The above description is only of the preferred embodiments of the present invention, and it should be noted that: it will be apparent to those skilled in the art that various modifications and adaptations can be made without departing from the principles of the invention and these are intended to be within the scope of the invention.

Claims

1. An improved sound recording device identification algorithm comprising the steps of:

step S1, framing and preprocessing the audio signal to be detected;

s3, constructing a second model, wherein the second model comprises a first convolutional layer, a second convolutional layer, a third convolutional layer, a fourth convolutional layer and a global average pooling layer which are sequentially arranged, the first three layers of the second model are convolutional layers, jump connection is added, the output result of the first convolutional layer and the output result of the third convolutional layer are superposed to form the final characteristic of the third layer, and the Mel frequency spectrum characteristic of the signal in the S1 is extracted as the input of the second model;

2. An improved sound recording device identification algorithm as claimed in claim 1 wherein: in step S2, 72-dimensional frame-level features are extracted, and 1000-dimensional feature vectors are output after model one processing.

3. An improved sound recording device identification algorithm as claimed in claim 1 wherein: in step S3, the output result of the first convolution layer and the output result of the third convolution layer are superimposed to be the final output of the third convolution layer.

4. An improved sound recording device identification algorithm as claimed in claim 1 wherein: in step S1, the audio signal is framed, the frame length is 1024, the frame shift is 25%, and Hanning window processing is performed on the signal to extract multi-dimensional frame-level features.

5. An improved sound recording device identification algorithm as claimed in claim 1 wherein: in step S1, framing the audio signal, where the frame length is 1024 and the frame shift is 25%; calculating FFT for each frame of data, wherein the number of FFT points is 2048; and then a logarithmic Mel frequency spectrum diagram is obtained by calculation through a Mel filter bank with 80 sub-band filters.

6. An improved sound recording device identification algorithm as claimed in claim 1 wherein: in step S2, the multidimensional frame-level features include a short-term zero-crossing rate, root-mean-square energy, fundamental frequency, spectrum centroid, spectrum diffusion, spectrum entropy, spectrum flux, formant frequency, first-order difference mel cepstrum coefficient, second-order difference mel cepstrum coefficient, linear prediction coefficient, and Bark frequency cepstrum coefficient.

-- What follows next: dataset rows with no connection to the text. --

// A ligand as one rigid body seen from its metal, and the pose that puts it into the complex.
#pragma once

#include <vector>

#include <Eigen/Core>

#include "complex/spec.hpp"

namespace irrepwise {

/// The metal is at the origin and the ligand along +z: the donor, the centroid of donors side by
/// side, or the middle of the angle between two teeth. x is the ligand's own x made perpendicular
/// to z; of two donors side by side, and of a chelate, it points from the second to the first.
struct LigandBody {
  std::vector<Atom> atoms;                 // in the order of the library
  std::vector<Eigen::Vector3d> teeth;      // donors or centroids, one for each tooth
  std::vector<double> distances_angstrom;  // from the metal to the donors, one for each tooth
  double bite_degrees = 0.0;               // of a chelate
  bool turns = false;                      // whether a twist about z changes anything
  bool has_hand = false;  // whether its mirror image in xz differs by more than a turn
};

/// Distances to the metal: as requested, or the sum of covalent radii less the ligand's shortening;
/// with a bite, what the bite makes them.
/// @throws Error  a distance that the ring of donors or the bite does not allow, an angle for a
///                ligand that has none, an element without a radius
[[nodiscard]] LigandBody make_body(const SeatedLigand& ligand, int metal);

/// Between two metals: the metals lie symmetrically below the donor, in the yz plane; here the
/// donor is at the origin and the ligand along +z, bent towards +x.
/// @throws Error  for a ligand that the library gives no electrons for between two metals, or that
///                has an angle there and not one atom behind the donor
[[nodiscard]] std::vector<Atom> make_bridge_body(const Ligand& ligand);

/// How a body stands: right-handed unit axes in columns, then the centre added.
struct Pose {
  Eigen::Matrix3d axes = Eigen::Matrix3d::Identity();
  bool mirrored = false;  // y of the body is reversed first
};

/// @param centre  position of the metal, Å
[[nodiscard]] std::vector<Eigen::Vector3d> posed(const std::vector<Atom>& atoms, const Pose& pose,
                                                 const Eigen::Vector3d& centre);

/// Where the twist of a ligand along a unit direction is counted from: the part of the polyhedron's
/// z axis perpendicular to it; for a ligand on that axis, the part of x.
[[nodiscard]] Eigen::Vector3d reference_direction(const Eigen::Vector3d& along);

/// @returns  z along the unit direction, x at the twist (radians, right-handed about z) from the
///           reference direction
[[nodiscard]] Eigen::Matrix3d axes_along(const Eigen::Vector3d& along, double twist);

/// @returns  sum of covalent radii less the ligand's shortening, Å
/// @throws Error  an element without a covalent radius
[[nodiscard]] double usual_distance_angstrom(const Ligand& ligand, int donor_atom, int metal);

/// @returns  the order of the highest proper axis along z that the body has, up to 8; 0 where every
///           atom lies on z
[[nodiscard]] int axial_order(const LigandBody& body);

/// @returns  whether both sets hold the same elements at the same places, within 1e-4 Å beyond the
///           rounding of the library's coordinates
[[nodiscard]] bool same_atoms(const std::vector<Atom>& atoms, const std::vector<Eigen::Vector3d>& a,
                              const std::vector<Eigen::Vector3d>& b);

}  // namespace irrepwise
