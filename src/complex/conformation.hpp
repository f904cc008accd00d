// Twists and hands of the ligands: the conformation of highest symmetry.
#pragma once

#include <vector>

#include "complex/assembly.hpp"

namespace irrepwise {

/// Of all subgroups of the skeleton's group (metals, donors and directions of the ligands), from
/// the largest down, the first under which the ligands can stand so that each operation takes one
/// onto another, without clash: the ligand that represents a set of equivalent ones tries twists in
/// steps of 15°, the others are its images. What the group leaves open is settled by the widest
/// contacts. Twists and hands that were requested are kept.
///
/// @param metals  atomic numbers of the centres
/// @returns       a pose for each site
/// @throws Error  where every conformation tried has a clash: names the two ligands
[[nodiscard]] std::vector<Pose> most_symmetric_poses(const Assembly& assembly,
                                                     const std::vector<int>& metals);

}  // namespace irrepwise
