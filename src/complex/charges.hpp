// Oxidation states, charges of ligands, and the charge of the whole.
#pragma once

#include <vector>

#include "complex/assembly.hpp"
#include "complex/spec.hpp"

namespace irrepwise {

struct Charges {
  std::vector<int> oxidation;  // one for each centre
  int total = 0;
};

/// From the oxidation states, or from the charge where one is not given.
/// @throws Error  neither is given; both are and contradict each other; two metals that share an
/// odd
///                sum of oxidation states
[[nodiscard]] Charges settle_charges(const ComplexSpec& complex, const Assembly& assembly);

}  // namespace irrepwise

7. An improved sound recording device identification algorithm as claimed in claim 1 wherein: in step S2, the output S of the attention layer is expressed as P (v | x, q) expectation of the class probability distribution:

wherein the input sequence is

The corresponding request is q;

p denotes the probability distribution function, i.e. when v ═ i represents the choice of x according to q_iThe probability of (d);

q and x_iThere is a relationship:

i.e. using a function f (x) according to the standard attention mechanism principle_iQ) calculating a q and x_iAlignment score a between_i。